• Requirement:
Copy each line that includes the string "critical" from the material into your answer.

• Records shown:

def reconcile(claim: Claim, *, anova, n_obs: int, n_cells: int, alpha: float = 0.05,
              F_ranges: dict | None = None) -> Reconciliation:
    """Reconcile a reported claim with the ANOVA recomputed from the data.

    Parameters
    ----------
    claim : Claim
        A parsed claim (:func:`audit.verdict.claim.parse_claim`).
    anova : audit.core.AnovaResult
        The recomputed classical ANOVA of every SS type.
    n_obs : int
        The data's number of observations N.
    n_cells : int
        The number of non-empty cells m.
    alpha : float, default 0.05
        Level used to read an ``ns`` claim (p >= alpha).
    F_ranges : dict, optional
        Summary mode: {(effect, SS type): (F_min, F_max or None)}, the F values
        the data may have while their cell table rounds to what is printed
        (:func:`audit.diagnostics.rounding.effect_F_ranges`).  A reported F (or
        p) is then reproduced when its interval meets that range.

    Returns
    -------
    Reconciliation
    """
    if not (isinstance(alpha, (int, float)) and 0.0 < float(alpha) < 1.0):
        raise OptionError(f"alpha: expected a number strictly between 0 and 1; found {alpha!r}; fix: use e.g. 0.05.")
    n_obs, n_cells = int(n_obs), int(n_cells)
    nothing = not claim.has_test and claim.df1 is None and claim.df2 is None and not claim.ns
    if claim.kind != "test" or nothing:
        return Reconciliation(
            claim=claim,
            reproduced=None,
            checks=(),
            closest=None,
            reproducing_types=(),
            implied_n=None,
            n_obs=n_obs,
            n_cells=n_cells,
            message=f"The claim ({claim.text.strip()!r}) states a conclusion without a test: there is nothing to reconcile.",
        )

    rows = {t: anova.tables[t].row(claim.effect) for t in SS_TYPES}
    ranges = {t: F_ranges[(claim.effect, t)] for t in SS_TYPES if F_ranges and (claim.effect, t) in F_ranges}

    def meets(t, lo, hi):
        if t not in ranges:
            return False
        a, b = ranges[t]
        return a <= hi and (b is None or b >= lo)
    eff_df = int(rows["II"].df)
    err_df = int(anova.df_error)
    name = _effect_name(claim.effect)
    available = {t: r for t, r in rows.items() if r.F is not None and r.p is not None}
    checks: list[ReconcileCheck] = []

    # df1 ------------------------------------------------------------------
    if claim.df1 is not None:
        ok = abs(claim.df1 - eff_df) < 1e-9
        msg = (
            f"df1 = {_g(claim.df1)} matches the {eff_df} df of {name} in these data."
            if ok
            else f"df1 = {_g(claim.df1)} is reported, but {name} has {eff_df} df in these data: "
            f"the reported test is not of this effect in this design."
        )
        checks.append(ReconcileCheck(item="df1", ok=ok, severity="clear" if ok else "critical",
                                     expected=float(eff_df), found=float(claim.df1), message=msg))

    # df2 ------------------------------------------------------------------
    implied_n = None
    if claim.df2 is not None:
        implied_n = float(claim.df2 + n_cells)
        ok = abs(claim.df2 - err_df) < 1e-9
        if ok:
            msg = (f"df2 = {_g(claim.df2)} matches the error df N - m = {n_obs} - {n_cells} = {err_df}.")
        else:
            diff = implied_n - n_obs
            msg = (
                f"df2 = {_g(claim.df2)} implies N = {_g(implied_n)} observations (df2 + m = {_g(claim.df2)} + "
                f"{n_cells} cells), but the data have N = {n_obs}: {_g(abs(diff))} "
                f"{'more' if diff > 0 else 'fewer'} than the data (error df here {err_df})"
            )
            if not float(claim.df2).is_integer():
                msg += "; a fractional df2 points to a Welch-type or corrected test, not the classical F"
            elif diff < 0:
                msg += "; were observations excluded?"
            msg = msg.rstrip("?") + ("?" if msg.endswith("?") else ".")
        checks.append(ReconcileCheck(item="df2", ok=ok, severity="clear" if ok else "critical",
                                     expected=float(err_df), found=float(claim.df2), message=msg))

    # F --------------------------------------------------------------------
    reproducing: tuple[str, ...] = ()
    closest = None
    if available:
        if claim.F is not None:
            key = {t: abs(r.F - claim.F) for t, r in available.items()}
        elif claim.p is not None:
            key = {t: abs(r.p - claim.p) for t, r in available.items()}
        else:
            key = {t: 0.0 for t in available}
        best = min(available, key=lambda t: (key[t], SS_TYPES.index(t)))
        fb = available[best].F
        same = tuple(t for t in SS_TYPES if t in available and abs(available[t].F - fb) <= 1e-9 * max(1.0, abs(fb)))
        closest = ClosestMatch(ss_type=best, same_as=same, F=float(fb), p=float(available[best].p),
                               df1=eff_df, df2=err_df)

    if claim.F is not None:
        lo, hi = _F_interval(claim)
        if not available:
            checks.append(ReconcileCheck(
                item="F", ok=False, severity="minor", expected=None, found=(lo, hi),
                message=f"F for {name} cannot be recomputed from these data "
                        f"({rows['II'].note or 'no test can be formed'}), so the reported F cannot be checked."))
        else:
            slo, shi = _slack(lo, hi)
            reproducing = tuple(t for t, r in available.items() if slo <= r.F <= shi or meets(t, slo, shi))
            by_rounding = [t for t in reproducing if not slo <= available[t].F <= shi]
            coincide = len(closest.same_as) == len(available) == 3
            shown = _interval_text(lo, hi)
            if claim.F_relation != "=":
                shown = f"F {claim.F_relation} {_F_text(claim)} as stated"
            if reproducing:
                which = (f"{_types_text(reproducing)} (F = {available[reproducing[0]].F:.4f}"
                         + ("; with every cell filled they coincide for the interaction" if coincide and claim.effect == "AB"
                            else "; the three types coincide here" if coincide else "")
                         + ")")
                if by_rounding:
                    a, b = ranges[by_rounding[0]]
                    which += (f"{' only' if len(by_rounding) == len(reproducing) else ''} within the table's "
                              f"rounding (the printed cell statistics allow F from {a:.4f} to "
                              f"{'unbounded' if b is None else f'{b:.4f}'})")
                others = [t for t in available if t not in reproducing]
                msg = f"F {claim.F_relation} {_F_text(claim)} ({'rounding interval ' if claim.F_relation == '=' else ''}{shown}) is reproduced by {which}"
                if others:
                    msg += "; " + ", ".join(f"Type {t} gives {available[t].F:.4f}" for t in others)
                msg += "."
                ok = True
            else:
                msg = (f"F {claim.F_relation} {_F_text(claim)} ({'rounding interval ' if claim.F_relation == '=' else ''}{shown}) is reproduced by no SS type: "
                       + ", ".join(f"Type {t} gives {available[t].F:.4f}" for t in available)
                       + f"; the closest is {_types_text(closest.same_as)}")
                if ranges:
                    t0 = closest.ss_type if closest.ss_type in ranges else next(iter(ranges))
                    a, b = ranges[t0]
                    msg += (f"; even within the table's rounding the printed cell statistics allow only F from "
                            f"{a:.4f} to {'unbounded' if b is None else f'{b:.4f}'} (Type {t0})")
                msg += "."
                ok = False
            checks.append(ReconcileCheck(item="F", ok=ok, severity="clear" if ok else "critical",
                                         expected=float(closest.F), found=(lo, hi), message=msg))

    # p --------------------------------------------------------------------
    if claim.p is not None or claim.ns:
        found = _reported_p(claim, alpha)
        if claim.F is not None:
            d1 = claim.df1 if claim.df1 is not None else eff_df
            d2 = claim.df2 if claim.df2 is not None else err_df
            Flo, Fhi = _slack(*_F_interval(claim))
            Flo = max(Flo, 0.0)
            plo, phi = _p_sf(Fhi, d1, d2), _p_sf(Flo, d1, d2)
            ok = _p_consistent(claim, plo, phi, alpha)
            src = f"F({_g(d1)}, {_g(d2)}) {claim.F_relation} {_F_text(claim)}"
            msg = (f"The reported p ({_reported_p_text(claim)}) "
                   f"{'agrees' if ok else 'does not agree'} with {src}, which gives p in {_interval_text(plo, phi)} "
                   f"once F's rounding is carried through")
            if not ok and (d1 != eff_df or d2 != err_df):
                dlo, dhi = _p_sf(Fhi, eff_df, err_df), _p_sf(Flo, eff_df, err_df)
                if _p_consistent(claim, dlo, dhi, alpha):
                    msg += (f"; on the data's df ({eff_df}, {err_df}) it would agree (p in {_interval_text(dlo, dhi)}), "
                            f"so the reported df look wrong")
            msg += "."
            checks.append(ReconcileCheck(item="p", ok=ok, severity="clear" if ok else "critical",
                                         expected=(plo, phi), found=found, message=msg))
        elif available:
            def p_span(t, r):
                if t in ranges:
                    a, b = ranges[t]
                    return (0.0 if b is None else _p_sf(b, eff_df, err_df)), _p_sf(a, eff_df, err_df)
                return r.p, r.p

            agree = tuple(t for t, r in available.items() if _p_consistent(claim, *p_span(t, r), alpha))
            ok = bool(agree)
            ps = ", ".join(f"Type {t} p = {_pfmt(r.p)}" for t, r in available.items())
            msg = (f"The reported p ({_reported_p_text(claim)}) "
                   + (f"agrees with the data's p for {_types_text(agree)} ({ps})." if ok
                      else f"does not agree with the data's p for any SS type ({ps})."))
            checks.append(ReconcileCheck(item="p", ok=ok, severity="clear" if ok else "critical",
                                         expected=float(closest.p), found=found, message=msg))
        else:
            checks.append(ReconcileCheck(
                item="p", ok=False, severity="minor", expected=None, found=found,
                message=f"The p value of {name} cannot be recomputed from these data "
                        f"({rows['II'].note or 'no test can be formed'})."))

    # p-format -------------------------------------------------------------
    if claim.p is not None and claim.p_relation == "=" and claim.p == 0.0:
        d = max(claim.p_decimals or 0, 1)
        right = "p < ." + "0" * (d - 1) + "1"
        checks.append(ReconcileCheck(
            item="p-format", ok=False, severity="concern", expected=right, found=_reported_p_text(claim),
            message=f"{_reported_p_text(claim)} is a reporting error: a p value is never zero; it should read {right}."))

    serious = [c for c in checks if c.severity == "critical"]
    recomputable = [c for c in checks if c.item != "p-format" and c.severity != "minor"]
    if serious:
        reproduced = False
        msg = (f"The reported test of {name} cannot be reproduced from these data: "
               f"{', '.join(c.item for c in serious)} inconsistent")
        if closest is not None:
            msg += (f"; the closest match is {_types_text(closest.same_as)}, F({closest.df1}, {closest.df2}) = "
                    f"{closest.F:.4f}, p = {_pfmt(closest.p)}")
        if implied_n is not None and implied_n != n_obs:
            msg += f"; the reported df2 implies N = {_g(implied_n)} against {n_obs} in the data"
        msg += "."
    elif recomputable:
        reproduced = True
        msg = f"The reported test of {name} is reproduced by these data"
        if reproducing:
            msg += f" ({_types_text(reproducing)})"
        msg += "."
        if any(c.item == "p-format" for c in checks):
            msg = msg[:-1] + ", apart from the p = .000 reporting error."
    else:
        reproduced = None
        msg = f"The reported test of {name} cannot be checked: no test of it can be formed from these data."
    return Reconciliation(
        claim=claim,
        reproduced=reproduced,
        checks=tuple(checks),
        closest=closest,
        reproducing_types=reproducing,
        implied_n=implied_n,
        n_obs=n_obs,
        n_cells=n_cells,
        message=msg,
    )


def _reported_p_text(claim: Claim) -> str:
    if claim.p is None:
        return "ns"
    p = f"{claim.p:.{claim.p_decimals}f}" if claim.p_decimals is not None and claim.p_decimals <= 12 else f"{claim.p:g}"
    if p.startswith("0."):
        p = p[1:]
    return f"p {claim.p_relation} {p}"
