Layout (a standalone file holds the same keys at its top level)::

    [tool.twoway-audit]
    seed = 20240611            # shared settings, each audit may override them
    fail_on = ["does-not-hold", "not-reproducible", "fragile"]

    [[tool.twoway-audit.audit]]
    name = "rise-height"
    data = "data/rise_height.csv"          # relative to the file's folder
    response = "rise_mm"
    factors = ["starter", "proof_temp"]
    claim = "F(2, 42) = 38.5, p < .001"

    [[tool.twoway-audit.audit]]
    name = "loaf-volume"
    summary = "data/loaf_volume_cells.csv" # a cell table: one row per cell
    factors = ["starter", "hydration"]
    mean = "mean_ml"
    sd = "sd_ml"
    n = "loaves"
    claim = "absent"

Everything is checked here, before any audit runs: unknown keys, types,
ranges, claims, and paths.  Paths are relative to the folder of the file that
declares them and must stay inside the repository: the nearest folder at or
above that file holding ``.git``, or the file's own folder when there is none.
Every problem is a :class:`~audit.errors.ConfigError` naming the file, the
audit and the key.

Run mode always fixes the seed (default :data:`DEFAULT_SEED`), so a rerun on
unchanged inputs gives the same findings.
"""

from __future__ import annotations

import os
import re
import tomllib
from dataclasses import dataclass

from .errors import ConfigError, OptionError

__all__ = ["AuditSpec", "RunConfig", "load_config", "find_config", "check_claims", "DEFAULT_FAIL_ON",
           "DEFAULT_SEED", "AUDIT_KEYS", "DATA_KEYS", "SUMMARY_KEYS", "SHARED_KEYS", "VERDICTS"]

# Kept here (equal to audit.verdict.conclude.VERDICTS and audit.api.MAX_CALIBRATION, which a test
# checks) so that reading a config, and a fully cached run, load none of the numerical modules.
#: the verdicts, as in :data:`audit.verdict.conclude.VERDICTS`
VERDICTS = ("holds", "holds-with-caveats", "fragile", "does-not-hold", "not-reproducible", "cannot-judge")
_MAX_CALIBRATION = 100_000

#: verdicts that fail an audit unless its ``fail_on`` says otherwise
DEFAULT_FAIL_ON = ("does-not-hold", "not-reproducible", "fragile")

#: seed of every audit that does not set one (run mode never draws a fresh seed)
DEFAULT_SEED = 0

_COMMON = ("name", "response", "factors", "alpha", "claim", "seed", "calibration", "equivalence", "fail_on",
           "sheet", "encoding", "decimal")
_DATA_ONLY = ("data", "resamples", "levels", "order", "unit")
_SUMMARY_ONLY = ("summary", "mean", "sd", "n")

#: keys a data audit (``data``: one row per observation) takes
DATA_KEYS = _COMMON[:1] + _DATA_ONLY[:1] + _COMMON[1:] + _DATA_ONLY[1:]
#: keys a summary audit (``summary``: a cell table) takes; every other key is refused
SUMMARY_KEYS = _COMMON[:1] + _SUMMARY_ONLY[:1] + _COMMON[1:] + _SUMMARY_ONLY[1:]

#: keys an audit table accepts (each kind takes only its own: :data:`DATA_KEYS`, :data:`SUMMARY_KEYS`)
AUDIT_KEYS = _COMMON + _DATA_ONLY + _SUMMARY_ONLY

#: keys of the top-level table (shared settings, inherited by every audit) besides ``audit``
SHARED_KEYS = ("alpha", "resamples", "seed", "calibration", "fail_on")

_TOOL = "twoway-audit"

• Result of this exercise:
        checks.append(ReconcileCheck(item="df1", ok=ok, severity="clear" if ok else "critical",
        checks.append(ReconcileCheck(item="df2", ok=ok, severity="clear" if ok else "critical",
            checks.append(ReconcileCheck(item="F", ok=ok, severity="clear" if ok else "critical",
            checks.append(ReconcileCheck(item="p", ok=ok, severity="clear" if ok else "critical",
            checks.append(ReconcileCheck(item="p", ok=ok, severity="clear" if ok else "critical",
    serious = [c for c in checks if c.severity == "critical"]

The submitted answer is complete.